Required action: Up to and including the line with "use turnover_core::random::SplitMix64;", please set down the entries below exactly, starting from the first line.

(Saved entries)

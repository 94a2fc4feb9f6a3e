//! The fixed-size minimisation (`turnover_core::fastpath`) against the
//! general path (`solver::minimise_general`, the `levenberg-marquardt`
//! crate on the full residual vector): the same optimum on every model and
//! on every NIST StRD problem with at most four parameters.
//!
//! Both paths run the same iteration, the fast one on a compressed problem
//! (see the module's documentation), so they differ only by rounding and
//! by where each stops inside the flat bottom of the sum of squares (see
//! the bars below). The NIST problems are
//! also checked against their certified values with the bars of
//! `reference.rs` (parameters LRE ≥ 6, standard errors LRE ≥ 4).

use turnover_core::fastpath::{minimise_small, MAX_PARAMETERS};
use turnover_core::fit::{runaway_limit, unscaled_covariance};
use turnover_core::model::{Model, Observations};
use turnover_core::models::{model_with_options, ModelOptions};
use turnover_core::random::SplitMix64;
use turnover_core::solver::{minimise_general, SolverReport, SolverSettings};
use turnover_tests::{lre, nist_model, read_nist, NIST_PROBLEMS};

/// Largest relative difference between two vectors, judged against the
/// larger magnitude of each pair.
fn relative_difference(a: &[f64], b: &[f64]) -> f64 {
    a.iter().zip(b).map(|(x, y)| (x - y).abs() / x.abs().max(y.abs()).max(1e-300)).fold(0.0, f64::max)
}

/// Standard errors from a report, `s²(JᵀJ)⁻¹` as `fit.rs` computes them.
fn standard_errors(report: &SolverReport, n: usize) -> Option<Vec<f64>> {
    let p = report.parameters.len();
    let variance = report.rss / (n - p) as f64;
    let c = unscaled_covariance(&report.jacobian)?;
    Some((0..p).map(|j| (c[(j, j)] * variance).sqrt()).collect())
}

/// How far apart two solutions are: the largest parameter difference in
/// units of its standard error, the largest relative difference of the
/// parameters and of the standard errors, and the relative difference of
/// the sums of squares.
#[derive(Clone, Copy, Default)]
struct Apart {
    in_se: f64,
    values: f64,
    errors: f64,
    rss: f64,
}

impl Apart {
    fn max(self, other: Apart) -> Apart {
        Apart {
            in_se: self.in_se.max(other.in_se),
            values: self.values.max(other.values),
            errors: self.errors.max(other.errors),
            rss: self.rss.max(other.rss),
        }
    }
    fn within_bar(self) -> bool {
        self.in_se <= IN_SE && self.values <= VALUES && self.errors <= ERRORS && self.rss <= RSS
    }
    fn text(self) -> String {
        format!("{:.1e} SE, values {:.1e}, SEs {:.1e}, RSS {:.1e}", self.in_se, self.values, self.errors, self.rss)
    }
}
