/// Draws the plate view: one box per well of the grid, row and column
/// labels when the geometry comes from well names, each trace on the
/// plate's shared time and value axes with its window shaded and its
/// fitted line, readings past the detector's limit as brick-red ticks at
/// the top, missing cells as grey ticks at the bottom, a brick-red corner
/// on flagged wells and a grey fill on wells left out. `selected` is
/// outlined in amber. Returns every well's box.
pub fn draw_plate<DB: DrawingBackend>(
    root: &DrawingArea<DB, Shift>,
    view: &PlateView,
    selected: Option<&str>,
    style: &Style,
) -> Result<Vec<WellBox>, DrawingAreaErrorKind<DB::ErrorType>> {
    root.fill(&WHITE)?;
    let (width, height) = root.dim_in_pixel();
    let (width, height) = (width as f64, height as f64);
    let f = style.font();
    let labelled = view.from_well_names;
    let title = if style.title { 1.6 * f } else { 0.0 };
    // The shared axes, stated once under the grid.
    let (t0, t1) = view.time_range;
    let (v0, v1) = view.value_range;
    let (t_ticks, t_step) = nice_ticks(t0.min(0.0).max(if t0 >= 0.0 { 0.0 } else { t0 }), t1, 4);
    let (v_ticks, v_step) = nice_ticks(if v0 >= 0.0 { 0.0 } else { v0 }, v1, 4);
    let (tl, th) = (t_ticks[0], t_ticks[t_ticks.len() - 1]);
    let (vl, vh) = (v_ticks[0], v_ticks[v_ticks.len() - 1]);
    let key = format!(
        "Each well: {} from {} to {}; {} from {} to {}.",
        view.x_label,
        tick_label(tl, t_step, &t_ticks),
        tick_label(th, t_step, &t_ticks),
        view.y_label,
        tick_label(vl, v_step, &v_ticks),
        tick_label(vh, v_step, &v_ticks)
    );
    let left = if labelled { 1.4 * f } else { 0.2 * f };
    let top = title + if labelled { 1.4 * f } else { 0.2 * f };
    let bottom = 1.6 * f;
    let cell_w = ((width - left - 0.2 * f) / view.columns.max(1) as f64).max(4.0);
    let cell_h = ((height - top - bottom) / view.rows.max(1) as f64).max(4.0);
    if style.title {
        root.draw(&Text::new("Plate".to_string(), ((width / 2.0) as i32, (0.3 * f) as i32), style.text_style(1.15 * f, &INK, HPos::Center, VPos::Top)))?;
    }
    let small = f.min(cell_h * 0.45).min(cell_w * 0.45);
    if labelled {
        for (c, text) in view.column_labels.iter().enumerate() {
            let x = left + (c as f64 + 0.5) * cell_w;
            root.draw(&Text::new(text.clone(), (x.round() as i32, (title + 0.3 * f).round() as i32), style.text_style(small, &INK, HPos::Center, VPos::Top)))?;
        }
        for (r, text) in view.row_labels.iter().enumerate() {
            let y = top + (r as f64 + 0.5) * cell_h;
            root.draw(&Text::new(text.clone(), ((0.3 * f).round() as i32, y.round() as i32), style.text_style(small, &INK, HPos::Left, VPos::Center)))?;
        }
    }
    let mut boxes = Vec::with_capacity(view.wells.len());
    let thin = style.whole(0.5);
    // Every position of the grid, so the plate's shape shows.
    for row in 0..view.rows {
        for column in 0..view.columns {
            let (x0, y0) = (left + column as f64 * cell_w, top + row as f64 * cell_h);
            root.draw(&Rectangle::new([((x0 + 1.0) as i32, (y0 + 1.0) as i32), ((x0 + cell_w - 1.0) as i32, (y0 + cell_h - 1.0) as i32)], GRID.mix(0.6).stroke_width(thin)))?;
        }
    }
    for well in &view.wells {
        let x0 = left + well.column as f64 * cell_w;
        let y0 = top + well.row as f64 * cell_h;
        boxes.push(WellBox { name: well.name.clone(), x: x0, y: y0, w: cell_w, h: cell_h });
        let (bx0, by0, bx1, by1) = ((x0 + 1.0) as i32, (y0 + 1.0) as i32, (x0 + cell_w - 1.0) as i32, (y0 + cell_h - 1.0) as i32);
        let is_selected = selected == Some(well.name.as_str());
        let fill = if well.excluded { RGBColor(241, 239, 234) } else { WHITE };
        root.draw(&Rectangle::new([(bx0, by0), (bx1, by1)], fill.filled()))?;
        let pad = (cell_w.min(cell_h) * 0.08).max(1.5);
        let inner_top = if labelled { y0 + pad } else { y0 + pad + small };
        let (ix0, iy0, ix1, iy1) = (x0 + pad, inner_top, x0 + cell_w - pad, y0 + cell_h - pad);
        let map = |(t, v): (f64, f64)| {
            (
                (ix0 + (t - tl) / (th - tl).max(f64::MIN_POSITIVE) * (ix1 - ix0)).round() as i32,
                (iy1 - (v.clamp(vl, vh) - vl) / (vh - vl).max(f64::MIN_POSITIVE) * (iy1 - iy0)).round() as i32,
            )
        };
        if let Some((a, b)) = well.window {
            let (l, _) = map((a, vl));
            let (r, _) = map((b, vl));
            root.draw(&Rectangle::new([(l, iy0 as i32), (r.max(l + 1), iy1 as i32)], POINT.mix(0.15).filled()))?;
        }
        let colour = if well.role == turnover_core::traces::Role::Sample { POINT } else { MUTED };
        if well.readings.len() > 1 {
            root.draw(&PathElement::new(well.readings.iter().map(|p| map(*p)).collect::<Vec<_>>(), colour.stroke_width(thin)))?;
        }
        if well.line.len() == 2 {
            root.draw(&PathElement::new(well.line.iter().map(|p| map(*p)).collect::<Vec<_>>(), CURVE.stroke_width(thin)))?;
        }
        for t in &well.over_limit {
            let (x, _) = map((*t, vl));
            root.draw(&PathElement::new(vec![(x, iy0 as i32), (x, (iy0 + pad * 1.5) as i32)], LEFT_OUT.stroke_width(thin)))?;
        }
        for t in &well.missing {
            let (x, _) = map((*t, vl));
            root.draw(&PathElement::new(vec![(x, iy1 as i32), (x, (iy1 - pad * 1.5) as i32)], MUTED.stroke_width(thin)))?;
        }
        if !well.flags.is_empty() {
            let d = (cell_w.min(cell_h) * 0.22) as i32;
            root.draw(&Polygon::new(vec![(bx1 - d, by0), (bx1, by0), (bx1, by0 + d)], LEFT_OUT.filled()))?;
        }
        if !labelled {
            root.draw(&Text::new(well.name.clone(), ((x0 + pad) as i32, (y0 + pad * 0.5) as i32), style.text_style(small, &INK, HPos::Left, VPos::Top)))?;
        }
        let outline = if is_selected { CURVE.stroke_width(style.whole(1.5)) } else { GRID.stroke_width(thin) };
        root.draw(&Rectangle::new([(bx0, by0), (bx1, by1)], outline))?;
    }
    root.draw(&Text::new(key, ((left).round() as i32, (height - 1.3 * f).round() as i32), style.text_style(f, &INK, HPos::Left, VPos::Top)))?;
    Ok(boxes)
}
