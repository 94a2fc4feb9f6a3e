#!/usr/bin/env bash
# Benchmark, not a test: builds the release `turnover` and runs
# tests/bench/bench.py, which times Turnover and SciPy's curve_fit on the
# same invented data in the same run and prints their ratios.
set -euo pipefail
ROOT="$(cd "$(dirname "$0")/../.." && pwd)"
cd "$ROOT"
cargo build --release -p turnover-cli
cargo build --release -p turnover-core --example fit_timing
TURNOVER_BIN="$ROOT/target/release/turnover" FIT_TIMING_BIN="$ROOT/target/release/examples/fit_timing" python3 tests/bench/bench.py
# The page: start-up, a 100,000-row table, the WebAssembly against native.
"$ROOT/build.sh" >/dev/null
node tests/bench/page.mjs "$ROOT/dist/turnover.html" "$ROOT/target/release/turnover"
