// Other page modules wait on this before calling into the core.
window.turnover.ready = startWasm()
  .then(async () => {
    workbench = new wasm_bindgen.Workbench();
    $('version').textContent = wasm_bindgen.version();
    wireBar();
    wireRates();
    // Let the other modules register their sections and demos before the
    // first render: every module script has run by DOMContentLoaded, and the
    // core may be ready before the later modules have run.
    await contentLoaded;
    const opening = await openingDocument(workspace.shelf);
    workspace.start(opening.doc);
    info(opening.say, Boolean(opening.fresh));
    if (opening.saved) $('saved-info').textContent = 'opened a saved analysis';
    return wasm_bindgen;
  })
  .catch((error) => {
    $('status').dataset.state = 'error';
    $('status').textContent = `Turnover could not start its computing core: ${error?.message ?? error}`;
    console.error(error);
  });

Output for this exercise:
repository 94a2fc4feb9f6a3e
//! The fixed-size minimisation (`turnover_core::fastpath`) against the
//! general path (`solver::minimise_general`, the `levenberg-marquardt`
//! crate on the full residual vector): the same optimum on every model and
//! on every NIST StRD problem with at most four parameters.
//!
//! Both paths run the same iteration, the fast one on a compressed problem
//! (see the module's documentation), so they differ only by rounding and
//! by where each stops inside the flat bottom of the sum of squares (see
//! the bars below). The NIST problems are
//! also checked against their certified values with the bars of
//! `reference.rs` (parameters LRE ≥ 6, standard errors LRE ≥ 4).

use turnover_core::fastpath::{minimise_small, MAX_PARAMETERS};
use turnover_core::fit::{runaway_limit, unscaled_covariance};
use turnover_core::model::{Model, Observations};
use turnover_core::models::{model_with_options, ModelOptions};
use turnover_core::random::SplitMix64;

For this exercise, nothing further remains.